To summarize, this approach to training the reporter takes the failure mode of the human simulator off the table. Instead, we can call the primary failure mode the consistent reporter + information encrypter. We use a combination of supervised training for observable states and logical conditions or conditional probabilities between elements of the human’s Bayes net to make direct translation favorable, and we use other regularization approaches to prevent information encryption.

##### Counterexample

Assume that there is an element of *R* uncorrelated with any others such that consistency constraints do not limit it. Also, it is not directly observable to humans. The reporter is free to map any set of state elements to this node in the human’s Bayes net. Now, since the questions posed are open-ended, the reporter is free to insert this unconstrained node into its answers. Since it’s a statement about the state, it would not be removed by translation, etc. Encoding this extra information could be done very sneakily and be hard to detect.

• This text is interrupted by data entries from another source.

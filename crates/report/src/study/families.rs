//! Where a bound comes from, in words.

use record::study::{Families, FamilyShare, RivalFamilies};

use super::{Section, Table, and, value};
use crate::number::{count, short};

/// What the three figures mean.
const MEANING: &str = "without: the bound when the family is left out; alone: when it is the only \
one; share: its Shapley value, the mean gain over every order of adding families. Each is solved \
anew. Figures are of this instance and objective. The dual share stands beside them for who looks for \
it: it is 0 for every family whose sides are 0, and a range where multipliers are not unique, so it \
does not say what a family is worth.";

pub(super) fn sections(families: &Families) -> Vec<Section> {
    let mut sections: Vec<Section> = families.rivals.iter().map(of_rival).collect();
    if let Some(last) = sections.last_mut() {
        last.notes.push(MEANING.to_owned());
    }
    sections
}

fn of_rival(rival: &RivalFamilies) -> Section {
    let mut table =
        Table::new(&["family", "without", "lost", "alone", "gained", "share", "dual share"], &[0]);
    table.rows = rival.families.iter().map(row).collect();
    let mut notes = Vec::new();
    if !rival.no_shapley.is_empty() {
        notes.push(format!("No share is given: {}.", rival.no_shapley));
    }
    Section {
        faults: Vec::new(),
        figure: None,
        heading: format!("Where the bound of {} comes from: {}", rival.rival, rival.title),
        verdict: verdict(rival),
        table: Some(table),
        notes,
    }
}

fn row(share: &FamilyShare) -> Vec<String> {
    let lost = if share.without.is_none() { "all".to_owned() } else { value(share.lost) };
    vec![
        share.name.clone(),
        value(share.without),
        lost,
        value(share.alone),
        value(share.gained),
        value(share.shapley),
        dual(share),
    ]
}

/// The dual share, or its range.
fn dual(share: &FamilyShare) -> String {
    let Some((low, high)) = share.dual else { return "–".to_owned() };
    let end = |end: Option<f64>, none: &str| end.map_or_else(|| none.to_owned(), short);
    match (low, high) {
        (Some(low), Some(high)) if (high - low).abs() <= 1e-3 * (1.0 + high.abs()) => short(high),
        _ => format!("{} to {}", end(low, "−∞"), end(high, "∞")),
    }
}

fn verdict(rival: &RivalFamilies) -> Vec<String> {
    let mut out = Vec::new();
    if let Some(bound) = rival.bound {
        out.push(match rival.bare {
            Some(bare) => {
                format!("Domains alone give {}, all families {}.", short(bare), short(bound))
            }
            None => format!("All families give {}; domains alone give no bound.", short(bound)),
        });
    }
    let idle = |share: &&FamilyShare| share.lost == Some(0.0);
    let names = |shares: Vec<&FamilyShare>| -> Vec<String> {
        shares.iter().map(|share| share.name.clone()).collect()
    };
    let idle = names(rival.families.iter().filter(idle).collect());
    match idle.as_slice() {
        [] => {}
        [one] => out.push(format!("Leaving out {one} loses 0.000.")),
        some => out.push(format!("Leaving out any one of {} loses 0.000.", and(some))),
    }
    let free = rival.integrality.iter().filter(|share| share.free == Some(true));
    for share in free {
        let columns = count(u64::from(share.columns));
        out.push(format!(
            "{} ({columns} whole columns) may be fractional: the optimum stays as it is on this \
             instance.",
            share.variable
        ));
    }
    out
}
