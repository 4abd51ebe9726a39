"use strict";
// Runs the engine of a built page under Node and prints the digest of each rival's log:
//   node digest.js PAGE.html SCENARIO.toml RIVALS TICKS_A_SLICE [RUNS]
// With RUNS each is run so many times, after two to warm up, and the shortest time in milliseconds
// stands behind its digest.
const { readFileSync } = require("node:fs");
const { join } = require("node:path");
const vm = require("node:vm");

const [page, scenario, rivals, slice, runs] = process.argv.slice(2);
const file = readFileSync(page, "utf8");

function pack(name) {
  const found = file.match(
    new RegExp(`id="pack-${name}" data-lengths="([^"]*)" data-streams="([^"]*)">([^<]*)<`),
  );
  if (found === null) throw new Error(`${page} holds no pack ${name}`);
  const [lengths, streams] = found.slice(1, 3).map((text) => text.split(",").map(Number));
  return { bytes: new Uint8Array(Buffer.from(found[3], "base64")), lengths, streams };
}

vm.runInThisContext(readFileSync(join(__dirname, "../unpack.js"), "utf8"));
const [, script] = unpack([pack("page")]);
const [engine] = unpack([pack("page"), pack("engine")]);

vm.runInThisContext(Buffer.from(script).toString("utf8"));
globalThis.hullwardModule = new WebAssembly.Module(engine);
globalThis.hullwardScenario = readFileSync(scenario, "utf8");
vm.runInThisContext("wasm_bindgen.initSync({ module: hullwardModule })");
for (let rival = 0; rival < Number(rivals); rival += 1) {
  const once = () => vm.runInThisContext(`wasm_bindgen.digest(hullwardScenario, ${rival}, ${slice})`);
  if (runs === undefined) {
    console.log(once());
    continue;
  }
  once();
  let best = Infinity;
  let line = once();
  for (let run = 0; run < Number(runs); run += 1) {
    const begun = performance.now();
    line = once();
    best = Math.min(best, performance.now() - begun);
  }
  console.log(`${line} ${best}`);
}
process.exit(0); // the worker's message channel would keep Node waiting
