//! Why a rival has no plan or no bound, in its lane; each family named there leads to its line of
//! the notation.

use gloo_timers::callback::Timeout;
use report::explain;
use wasm_bindgen::JsCast;
use web_sys::HtmlTextAreaElement;
use yew::prelude::*;

use crate::state::lane::{Lane, LaneId};
use crate::state::places::of_family;
use crate::view::editor::text_box;
use crate::view::editor_box::select;

/// Families that can be shown at once.
const SHOWN: usize = 6;

/// The reason, where there is one; `writing` opens the notation, `None` where there is none.
pub(crate) fn reason(id: LaneId, lane: &Lane, writing: Option<&UseStateHandle<bool>>) -> Html {
    let told = match (&lane.root, &lane.conflict) {
        (_, Some(conflict)) => Some(explain::conflict(conflict)),
        (Some(root), None) => explain::root(root, lane.maximise())
            .or_else(|| lane.search.as_deref().and_then(explain::search)),
        (None, None) => None,
    };
    let Some(told) = told else { return Html::default() };
    let named = lane.conflict.as_ref().map_or(&[][..], |conflict| conflict.families.as_slice());
    html! {
        <div class="reason small" data-testid="reason" role="status">
            <p>{ told }</p>
            if let Some(writing) = writing.filter(|_| !named.is_empty()) {
                <p>
                    { "Show in the notation: " }
                    for (place, family) in named.iter().take(SHOWN).enumerate() {
                        <>{ if place > 0 { ", " } else { "" } }{ link(id, family, writing) }</>
                    }
                </p>
            }
        </div>
    }
}

fn link(id: LaneId, family: &str, writing: &UseStateHandle<bool>) -> Html {
    let (name, open) = (family.to_owned(), writing.setter());
    let onclick = Callback::from(move |_: MouseEvent| {
        open.set(true);
        let name = name.clone();
        // The notation is drawn first.
        Timeout::new(0, move || show(id, &name)).forget();
    });
    html! {
        <button type="button" class="link" data-testid="show-family" {onclick}>{ family.to_owned() }</button>
    }
}

/// Selects the family's line; without one the notation is open all the same.
fn show(id: LaneId, family: &str) {
    let document = web_sys::window().and_then(|window| window.document());
    let area = document.and_then(|document| document.get_element_by_id(&text_box(id)));
    if let Some(area) = area.and_then(|area| area.dyn_into::<HtmlTextAreaElement>().ok()) {
        let place = of_family(&area.value(), family);
        select(&area, place.unwrap_or_default());
    }
}
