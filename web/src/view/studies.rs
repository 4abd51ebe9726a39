//! The studies of the evidence: a question each, a button, and what was found.

use record::pack::Pack;
use record::study::Report;
use report::certificate;
use report::study::{Figure, Section, Table, derived, overview, sections};
use yew::prelude::*;

use crate::browser::share::download;
use crate::browser::studying::Studying;
use crate::state::board::Board;
use crate::state::document::{Document, DocumentAction};
use crate::state::same::results as results_of;
use crate::state::share::file_of;
use crate::state::studies::{Found as Answer, KINDS, Shelf, on_record, scenario_of};
use crate::view::hands::use_hands;

#[derive(Properties, PartialEq, Clone)]
pub(crate) struct StudiesProps {
    pub(crate) document: Document,
    pub(crate) board: Board,
}

/// All studies.
#[component]
pub(crate) fn Studies(props: &StudiesProps) -> Html {
    let hands = use_hands();
    let shelf = use_reducer(Shelf::default);
    let studying = use_memo((), |()| Studying::new(shelf.dispatcher()));
    let document = &props.document;
    if document.slots.is_empty() {
        return Html::default();
    }
    html! {
        <>
        for (kind, question, how) in KINDS {
            <div class="study" key={kind} data-study={kind}>
                { head(document, &shelf, kind, question, {
                    let (document, studying, hands) = (document.clone(), (*studying).clone(), hands.clone());
                    let (running, ready) = (is_running(&shelf, kind), is_ready(&document));
                    Callback::from(move |_: MouseEvent| {
                        if running {
                            return studying.stop();
                        }
                        if !ready {
                            return;
                        }
                        if let Some(hands) = &hands {
                            hands.document.dispatch(DocumentAction::Study(kind));
                        }
                        studying.begin(kind, scenario_of(&document, kind), document.chosen);
                    })
                }) }
                { body(document, &shelf, kind, how) }
            </div>
        }
        { decision_record(props, &shelf) }
        </>
    }
}

/// The record of all that the page has found, saved as a file.
fn decision_record(props: &StudiesProps, shelf: &Shelf) -> Html {
    let save = |html: bool| {
        let (StudiesProps { document, board }, shelf) = (props.clone(), shelf.clone());
        Callback::from(move |_: MouseEvent| {
            let results = results_of(&document, &board);
            let text = on_record(&document, &results, &shelf, html);
            let ending = if html { "decision.html" } else { "decision.md" };
            download(&file_of(&document.title, ending), text.as_str());
        })
    };
    let pack = {
        let (document, board) = (props.document.clone(), props.board.clone());
        Callback::from(move |_: MouseEvent| {
            let mut results = results_of(&document, &board);
            results.retain(|one| one.root.is_some());
            let pack = Pack::new(env!("CARGO_PKG_VERSION"), &document.scenario(), &results);
            download(&file_of(&document.title, "pack.json"), report::pack::json(&pack).as_str());
        })
    };
    html! {
        <div class="study">
            <div class="heading">
                <h3>{ "Decision record" }</h3>
                <span class="row">
                    <button type="button" data-testid="record-html" onclick={save(true)}>{ "Save to print" }</button>
                    <button type="button" data-testid="record-markdown" onclick={save(false)}>{ "Save as Markdown" }</button>
                    <button type="button" data-testid="pack" onclick={pack}>{ "Save pack" }</button>
                </span>
            </div>
            <p class="soft">
                { "The question, the instance, what was found and answered above, what would reopen the decision, \
                   the formulations, and how to see the same. The pack is for regression tests: the scenario with what \
                   each rival gave so far, to be opened here or run by hullward drift." }
            </p>
        </div>
    }
}

/// Whether there is something to run rivals on; rivals in MPS need no instance.
fn is_ready(document: &Document) -> bool {
    document.accepted.is_some() || document.draft.text.is_empty()
}

fn is_running(shelf: &Shelf, kind: &str) -> bool {
    shelf.running.as_ref().is_some_and(|(running, _)| *running == kind)
}

fn head(
    document: &Document,
    shelf: &Shelf,
    kind: &'static str,
    question: &str,
    onclick: Callback<MouseEvent>,
) -> Html {
    let words = if is_running(shelf, kind) {
        "Stop"
    } else if shelf.found.contains_key(kind) {
        "Ask again"
    } else {
        "Ask"
    };
    let ready = is_ready(document);
    html! {
        <div class="heading">
            <h3>{ question }</h3>
            <button type="button" data-testid={format!("study-{kind}")} aria-disabled={(!ready).to_string()}
                aria-label={format!("{words}: {question}")} {onclick}>{ words }</button>
        </div>
    }
}

fn body(document: &Document, shelf: &Shelf, kind: &'static str, how: &str) -> Html {
    if let Some((_, doing)) = shelf.running.as_ref().filter(|(running, _)| *running == kind) {
        return html! { <p class="soft" data-testid="study-doing">{ doing.clone() }</p> };
    }
    let Some(found) = shelf.found.get(kind) else {
        return html! { <p class="soft">{ how.to_owned() }</p> };
    };
    let stale = *found.of != *scenario_of(document, kind);
    html! {
        <>
            if stale {
                <p class="warn">{ "Rivals, instance or settings have changed since: ask again." }</p>
            }
            { results(found) }
            { handed(document, found) }
        </>
    }
}

fn results(found: &Answer) -> Html {
    match &found.reports {
        Err(why) => html! { <p class="warn">{ format!("It could not be made: {why}.") }</p> },
        Ok(reports) => {
            let all: Vec<&Report> = reports.iter().collect();
            let over = overview(&all).map(|found| section(&found));
            over.into_iter().chain(reports.iter().flat_map(sections_of)).collect()
        }
    }
}

/// What is kept of an answer: models that came out of it as rivals, certificates as a file.
fn handed(document: &Document, found: &Answer) -> Html {
    let Ok(reports) = &found.reports else { return Html::default() };
    let proofs = certificate::json(reports).map(|text| {
        let name = file_of(&document.title, "certificates.json");
        let onclick = Callback::from(move |_: MouseEvent| download(&name, text.as_str()));
        html! { <button type="button" data-testid="certificates" {onclick}>{ "Save the certificates" }</button> }
    });
    html! {
        <div class="row">
            { proofs }
            for (words, text) in reports.iter().flat_map(derived) {
                <Derived {words} {text} />
            }
        </div>
    }
}

#[derive(Properties, PartialEq)]
struct DerivedProps {
    words: String,
    text: String,
}

/// A model that came out of a study, to be added as a rival.
#[component]
fn Derived(props: &DerivedProps) -> Html {
    let hands = use_hands();
    let text = props.text.clone();
    let onclick = Callback::from(move |_: MouseEvent| {
        if let Some(hands) = &hands {
            hands.document.dispatch(DocumentAction::Text(text.clone()));
        }
    });
    html! { <button type="button" data-testid="derived" {onclick}>{ props.words.clone() }</button> }
}

fn sections_of(report: &Report) -> Vec<Html> {
    sections(report).iter().map(section).collect()
}

fn section(section: &Section) -> Html {
    html! {
        <div class="finding">
            <h4>{ section.heading.clone() }</h4>
            for sentence in &section.verdict {
                <p class="prose">{ sentence.clone() }</p>
            }
            if let Some(figure) = &section.figure {
                <div class="scroll">{ drawn(figure) }</div>
            }
            if let Some(found) = &section.table {
                <div class="scroll" tabindex="0" role="region" aria-label={section.heading.clone()}>
                    { table(found) }
                </div>
            }
            for sentence in &section.notes {
                <p class="prose soft">{ sentence.clone() }</p>
            }
        </div>
    }
}

/// The order of the rivals; it is told in words above it. Attributes, not styles: the page's policy
/// refuses styles that stand in an element.
fn drawn(figure: &Figure) -> Html {
    let (width, height) = figure.size;
    html! {
        <svg role="img" aria-label={figure.label.clone()} viewBox={format!("0 0 {width} {height}")}
            width={width.to_string()} height={height.to_string()} fill="currentColor">
            for ([x1, y1, x2, y2], dashes) in &figure.lines {
                <line x1={x1.to_string()} y1={y1.to_string()} x2={x2.to_string()} y2={y2.to_string()}
                    stroke="currentColor" stroke-dasharray={*dashes} />
            }
            for (x, y, word) in &figure.words {
                <text x={x.to_string()} y={y.to_string()} font-style="italic">{ word.clone() }</text>
            }
            for (x, y, name) in &figure.names {
                <text x={x.to_string()} y={y.to_string()} font-weight="600" text-anchor="middle">{ name.clone() }</text>
            }
        </svg>
    }
}

fn table(table: &Table) -> Html {
    let class = |column: usize| table.words.contains(&column).then_some("word");
    html! {
        <table>
            <thead><tr>
                for (column, head) in table.head.iter().enumerate() {
                    <th scope="col" class={class(column)}>{ head.clone() }</th>
                }
            </tr></thead>
            <tbody>
                for row in &table.rows {
                    <tr>
                        for (column, cell) in row.iter().enumerate() {
                            if column == 0 {
                                <th scope="row">{ cell.clone() }</th>
                            } else {
                                <td class={class(column)}>{ cell.clone() }</td>
                            }
                        }
                    </tr>
                }
            </tbody>
        </table>
    }
}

The reporter could then use a human simulator to generate the majority of the natural language answer while retaining predictive power.

##### Rebuttal

A few things discourage this behavior:

- It would need to do this pervasively, as we train with a random sample of questions.
- These nodes would appear irrelevant to the question posed; people could notice them in answers.
- We would see a significant mismatch between the predictive power of these nodes and our expectation of their predictive power.
- Some regularization approaches we use disfavor this behavior: summarization, truncation, random fact insertion.